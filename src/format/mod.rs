//! Layout and constants of the packed `.bale` format, shared by the writer ([`crate::pack`]) and
//! the reader ([`crate::read`]). No other module knows byte positions.
//!
//! The byte-level specification is `format-spec/bale-format.md`; this module is its executable
//! form. In short: a 24-byte file header, a section table of 32-byte entries, then the sections,
//! each starting on an 8-byte boundary. All integers are little-endian.

pub mod block;
pub mod coder;
pub mod direct;
pub mod lm;
pub mod sections;
mod varint;

pub use varint::{read_varint, write_varint};
pub(crate) use varint::{read_varint_from, take_varint};

use byteorder::{ByteOrder, LittleEndian as LE};

/// The first eight bytes of every packed table.
pub const MAGIC: [u8; 8] = *b"BALER\r\n\x1a";

/// Major format version: readers refuse files with another major version.
pub const VERSION_MAJOR: u16 = 2;

/// Minor format version of files in the `compact` layout without a block-skips section (what
/// 2.0 readers read).
pub const VERSION_MINOR: u16 = 0;

/// Minor format version of `compact` files with the optional block-skips or group-skips
/// sections (2.2: resume points inside rANS blocks and target groups, which 2.0 readers skip as
/// unknown kinds).
pub const VERSION_MINOR_SKIPS: u16 = 2;

/// Minor format version of files in the `direct` layout (2.1: new sections that 2.0 readers
/// refuse, as they lack the compact layout's required sections).
pub const VERSION_MINOR_DIRECT: u16 = 1;

/// How a table's sources and options are laid out (the metadata's `layout`).
#[derive(Clone, Copy, Debug, PartialEq, Eq)]
pub enum Layout {
    /// Entropy-coded blocks of front-coded sources and target groups: the smallest files.
    Compact,
    /// A hash of source phrases over records read in place, target text as UTF-8: the fastest
    /// reads, several times larger (see [`direct`]).
    Direct,
}

impl Layout {
    /// The name stored in the metadata and taken by `--layout`.
    pub fn name(self) -> &'static str {
        match self {
            Layout::Compact => "compact",
            Layout::Direct => "direct",
        }
    }

    /// Parses a name.
    pub fn from_name(name: &str) -> Option<Layout> {
        match name {
            "compact" => Some(Layout::Compact),
            "direct" => Some(Layout::Direct),
            _ => None,
        }
    }

    /// The minor version a file of this layout is written with.
    pub fn minor_version(self) -> u16 {
        match self {
            Layout::Compact => VERSION_MINOR,
            Layout::Direct => VERSION_MINOR_DIRECT,
        }
    }
}

/// Size of the fixed file header.
pub const FILE_HEADER_LEN: usize = 24;

/// Size of one section-table entry.
pub const SECTION_ENTRY_LEN: usize = 32;

/// Alignment of section starts.
pub const SECTION_ALIGN: u64 = 8;

/// Most sections a file may declare (a bound for hostile headers).
pub const MAX_SECTIONS: u32 = 64;

/// The largest raw (decompressed) option block writers produce and readers accept.
pub const MAX_BLOCK_BYTES: u64 = 256 << 20;

/// Score storage modes in the codebook section.
pub mod score_mode {
    /// Raw little-endian `f32` per option.
    pub const F32: u8 = 0;
    /// Index into a codebook of `f64` values: one byte per option for up to 8 bits, two for more.
    pub const CODEBOOK: u8 = 1;
}

/// How blocks and target groups are coded (recorded in the metadata as text, see
/// [`Compression::name`]).
#[derive(Clone, Copy, Debug, PartialEq, Eq)]
pub enum Compression {
    /// Plain: bytes as they are, numbers as varints (the fast profile).
    None,
    /// Static-model rANS with the models section (the compact profile, the default).
    Rans,
}

impl Compression {
    /// The name stored in the metadata.
    pub fn name(self) -> &'static str {
        match self {
            Compression::None => "none",
            Compression::Rans => "rans",
        }
    }

    /// Parses a stored name.
    pub fn from_name(name: &str) -> Option<Compression> {
        match name {
            "none" => Some(Compression::None),
            "rans" => Some(Compression::Rans),
            _ => None,
        }
    }
}

/// The kinds of section, by their numeric id in the section table.
#[derive(Clone, Copy, Debug, PartialEq, Eq, Hash)]
#[repr(u32)]
pub enum SectionKind {
    /// JSON metadata: names, counts, options, provenance.
    Metadata = 1,
    /// Per-score storage mode and codebook values.
    Codebooks = 2,
    /// Target vocabulary: word strings by id.
    Vocabulary = 3,
    /// rANS frequency tables (only with `rans` coding).
    Models = 4,
    /// Offset and checksum of every target group.
    TargetIndex = 5,
    /// Target groups: distinct targets, most used first, as coded word ids.
    Targets = 6,
    /// Offset, first-key position and checksum of every source block.
    BlockIndex = 7,
    /// The first source phrase of every block, for the binary search.
    BlockKeys = 8,
    /// Source blocks: front-coded sources with their options, coded.
    Blocks = 9,
    /// `direct` layout: hash slots over source phrases and prefix keys.
    DirectHash = 10,
    /// `direct` layout: source records with their options.
    DirectRecords = 11,
    /// `direct` layout: the options' target text, UTF-8.
    DirectText = 12,
    /// `direct` layout: a CRC-32 per chunk of the three sections above.
    DirectChunks = 13,
    /// `compact` layout, optional (2.2): rANS resume points inside source blocks, so a lookup
    /// decodes the options of the source it wants without those of the sources before it.
    BlockSkips = 14,
    /// `compact` layout, optional (2.2): one rANS resume point per target group, before its
    /// middle target, so a target in the second half is decoded without the first half.
    GroupSkips = 15,
}

impl SectionKind {
    /// Every kind, in the order the writer lays them out.
    pub const ALL: [SectionKind; 15] = [
        SectionKind::Metadata,
        SectionKind::Codebooks,
        SectionKind::Models,
        SectionKind::Vocabulary,
        SectionKind::BlockIndex,
        SectionKind::BlockKeys,
        SectionKind::BlockSkips,
        SectionKind::TargetIndex,
        SectionKind::GroupSkips,
        SectionKind::Targets,
        SectionKind::Blocks,
        SectionKind::DirectChunks,
        SectionKind::DirectHash,
        SectionKind::DirectRecords,
        SectionKind::DirectText,
    ];

    /// Looks a kind up by id.
    pub fn from_id(id: u32) -> Option<SectionKind> {
        SectionKind::ALL.into_iter().find(|k| *k as u32 == id)
    }

    /// A readable name for reports.
    pub fn name(self) -> &'static str {
        match self {
            SectionKind::Metadata => "metadata",
            SectionKind::Codebooks => "codebooks",
            SectionKind::Vocabulary => "vocabulary",
            SectionKind::Models => "models",
            SectionKind::TargetIndex => "target-index",
            SectionKind::Targets => "targets",
            SectionKind::BlockIndex => "block-index",
            SectionKind::BlockKeys => "block-keys",
            SectionKind::Blocks => "blocks",
            SectionKind::DirectHash => "hash",
            SectionKind::DirectRecords => "records",
            SectionKind::DirectText => "text",
            SectionKind::DirectChunks => "chunks",
            SectionKind::BlockSkips => "block-skips",
            SectionKind::GroupSkips => "group-skips",
        }
    }

    /// Whether [`crate::Table::open`] checks this section's checksum (every section but the
    /// large ones, whose blocks, groups or chunks carry their own checksums, checked on first
    /// read, and the skips sections, checked with their structure on first use).
    pub fn checked_at_open(self) -> bool {
        !matches!(
            self,
            SectionKind::Targets
                | SectionKind::Blocks
                | SectionKind::BlockSkips
                | SectionKind::GroupSkips
                | SectionKind::DirectHash
                | SectionKind::DirectRecords
                | SectionKind::DirectText
        )
    }

    /// Whether every valid file of `layout` has this section.
    pub fn required(self, layout: Layout) -> bool {
        match self {
            SectionKind::Metadata | SectionKind::Codebooks | SectionKind::Vocabulary => true,
            SectionKind::Models | SectionKind::BlockSkips | SectionKind::GroupSkips => false,
            SectionKind::TargetIndex
            | SectionKind::Targets
            | SectionKind::BlockIndex
            | SectionKind::BlockKeys
            | SectionKind::Blocks => layout == Layout::Compact,
            SectionKind::DirectHash
            | SectionKind::DirectRecords
            | SectionKind::DirectText
            | SectionKind::DirectChunks => layout == Layout::Direct,
        }
    }
}

/// One entry of the section table.
#[derive(Clone, Copy, Debug, PartialEq, Eq)]
pub struct SectionEntry {
    /// Section kind id (see [`SectionKind`]); unknown ids are skipped by readers.
    pub kind: u32,
    /// Reserved flags, zero in version 1.0.
    pub flags: u32,
    /// Byte offset of the section from the start of the file.
    pub offset: u64,
    /// Byte length of the section.
    pub length: u64,
    /// CRC-32 (IEEE 802.3, as zlib's `crc32`) of the section bytes.
    pub crc32: u32,
}

impl SectionEntry {
    /// Encodes the entry as its 32 bytes.
    pub fn encode(&self) -> [u8; SECTION_ENTRY_LEN] {
        let mut b = [0u8; SECTION_ENTRY_LEN];
        LE::write_u32(&mut b[0..4], self.kind);
        LE::write_u32(&mut b[4..8], self.flags);
        LE::write_u64(&mut b[8..16], self.offset);
        LE::write_u64(&mut b[16..24], self.length);
        LE::write_u32(&mut b[24..28], self.crc32);
        b
    }

    /// Decodes an entry from exactly 32 bytes.
    pub fn decode(b: &[u8]) -> SectionEntry {
        SectionEntry {
            kind: LE::read_u32(&b[0..4]),
            flags: LE::read_u32(&b[4..8]),
            offset: LE::read_u64(&b[8..16]),
            length: LE::read_u64(&b[16..24]),
            crc32: LE::read_u32(&b[24..28]),
        }
    }
}

/// The fixed file header.
#[derive(Clone, Copy, Debug, PartialEq, Eq)]
pub struct FileHeader {
    /// Major version.
    pub major: u16,
    /// Minor version.
    pub minor: u16,
    /// Number of section-table entries that follow the header.
    pub section_count: u32,
    /// CRC-32 of header bytes 0..16 followed by the whole section table.
    pub table_crc32: u32,
}

impl FileHeader {
    /// Encodes the header (magic included).
    pub fn encode(&self) -> [u8; FILE_HEADER_LEN] {
        let mut b = [0u8; FILE_HEADER_LEN];
        b[0..8].copy_from_slice(&MAGIC);
        LE::write_u16(&mut b[8..10], self.major);
        LE::write_u16(&mut b[10..12], self.minor);
        LE::write_u32(&mut b[12..16], self.section_count);
        LE::write_u32(&mut b[16..20], self.table_crc32);
        b
    }

    /// Decodes the header fields from at least [`FILE_HEADER_LEN`] bytes (magic not checked).
    pub fn decode(b: &[u8]) -> FileHeader {
        FileHeader {
            major: LE::read_u16(&b[8..10]),
            minor: LE::read_u16(&b[10..12]),
            section_count: LE::read_u32(&b[12..16]),
            table_crc32: LE::read_u32(&b[16..20]),
        }
    }
}

/// The checksum over the header's first 16 bytes and the encoded section table.
pub fn table_checksum(header_prefix: &[u8], table: &[u8]) -> u32 {
    let mut h = crc32fast::Hasher::new();
    h.update(&header_prefix[..16]);
    h.update(table);
    h.finalize()
}

/// Bytes of padding needed after `len` bytes to reach [`SECTION_ALIGN`].
pub fn padding(len: u64) -> u64 {
    (SECTION_ALIGN - len % SECTION_ALIGN) % SECTION_ALIGN
}

/// Layout of the codebook section: for each score column a 8-byte entry header
/// (`mode: u8`, `bits: u8`, `domain: u8`, `reserved: u8`, `entries: u32`) then `entries`
/// little-endian `f64` values in ascending order.
pub const CODEBOOK_ENTRY_HEADER_LEN: usize = 8;

/// Quantization domains recorded in the codebook section.
pub mod domain {
    /// Centroids were fitted to natural logarithms of the values (all values positive).
    pub const LOG: u8 = 0;
    /// Centroids were fitted to the values themselves.
    pub const LINEAR: u8 = 1;
}

/// Bytes one option's score code takes in a block, for a column's mode and bits.
pub fn score_width(mode: u8, bits: u8) -> usize {
    match (mode, bits) {
        (score_mode::F32, _) => 4,
        (_, 0..=8) => 1,
        _ => 2,
    }
}

/// The JSON metadata section (`serde` form).
#[derive(Clone, Debug, PartialEq, serde::Serialize, serde::Deserialize)]
pub struct Meta {
    /// Always "baler packed phrase table".
    pub format: String,
    /// Number of phrase pairs.
    pub pairs: u64,
    /// Number of distinct source phrases.
    pub sources: u64,
    /// Number of distinct target phrases.
    pub targets: u64,
    /// Number of distinct target words.
    pub vocabulary: u64,
    /// Score column names, in stored order.
    pub scores: Vec<String>,
    /// Count column names present, in canonical order.
    pub counts: Vec<String>,
    /// Whether each option stores its word alignment.
    pub alignment: bool,
    /// How the options of a source are ordered.
    pub option_order: OptionOrder,
    /// Sources per block (the last block may hold fewer).
    pub sources_per_block: u32,
    /// Targets per target group (the last group may hold fewer).
    pub targets_per_group: u32,
    /// Coding of blocks and target groups: "rans" or "none".
    pub block_compression: String,
    /// Upper bound on the stored size of any block or target group (or record, `direct`).
    pub max_block_bytes: u64,
    /// The layout: "compact" (written only when not compact, as 2.0 files have no such member)
    /// or "direct".
    #[serde(default = "compact_layout", skip_serializing_if = "is_compact_layout")]
    pub layout: String,
    /// Coded bytes by component (keys, targets, target-refs, each score column, ...), as the
    /// writer measured them; for `baler inspect`.
    #[serde(default)]
    pub components: Vec<(String, u64)>,
    /// The `# key=value` lines of the input, in order.
    pub table_metadata: Vec<(String, String)>,
    /// How the file was made: tool version, input, options.
    pub provenance: Vec<(String, String)>,
    /// Quantization error per score column.
    pub quantization: Vec<QuantizationReport>,
}

/// The documented order of options within a source.
#[derive(Clone, Debug, PartialEq, serde::Serialize, serde::Deserialize)]
pub struct OptionOrder {
    /// The score column options are sorted by, descending (its original, unquantized values);
    /// `None` when the table has no scores.
    pub by: Option<String>,
    /// Ties (and tables without scores) are ordered by target phrase bytes, ascending.
    pub ties: String,
}

/// Measured quantization error of one score column, in the domain it was fitted in.
#[derive(Clone, Debug, PartialEq, serde::Serialize, serde::Deserialize)]
pub struct QuantizationReport {
    /// Score column name.
    pub column: String,
    /// "f32" or "codebook".
    pub storage: String,
    /// Bits per code (32 for f32).
    pub bits: u8,
    /// "log" or "linear".
    pub domain: String,
    /// Codebook entries used.
    pub entries: u32,
    /// Root mean square error over every stored value.
    pub rms_error: f64,
    /// Largest absolute error over every stored value.
    pub max_error: f64,
}

fn compact_layout() -> String {
    Layout::Compact.name().to_string()
}

fn is_compact_layout(name: &String) -> bool {
    name == Layout::Compact.name()
}

/// The text of [`Meta::format`].
pub const FORMAT_NAME: &str = "baler packed phrase table";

# Your instructions
Would you restate word for word every line from the one holding "Codebook entries used." to the end of the entries, both ends included?

# Written solution
    /// Codebook entries used.
    pub entries: u32,
    /// Root mean square error over every stored value.
    pub rms_error: f64,
    /// Largest absolute error over every stored value.
    pub max_error: f64,
}

fn compact_layout() -> String {
    Layout::Compact.name().to_string()
}

fn is_compact_layout(name: &String) -> bool {
    name == Layout::Compact.name()
}

/// The text of [`Meta::format`].
pub const FORMAT_NAME: &str = "baler packed phrase table";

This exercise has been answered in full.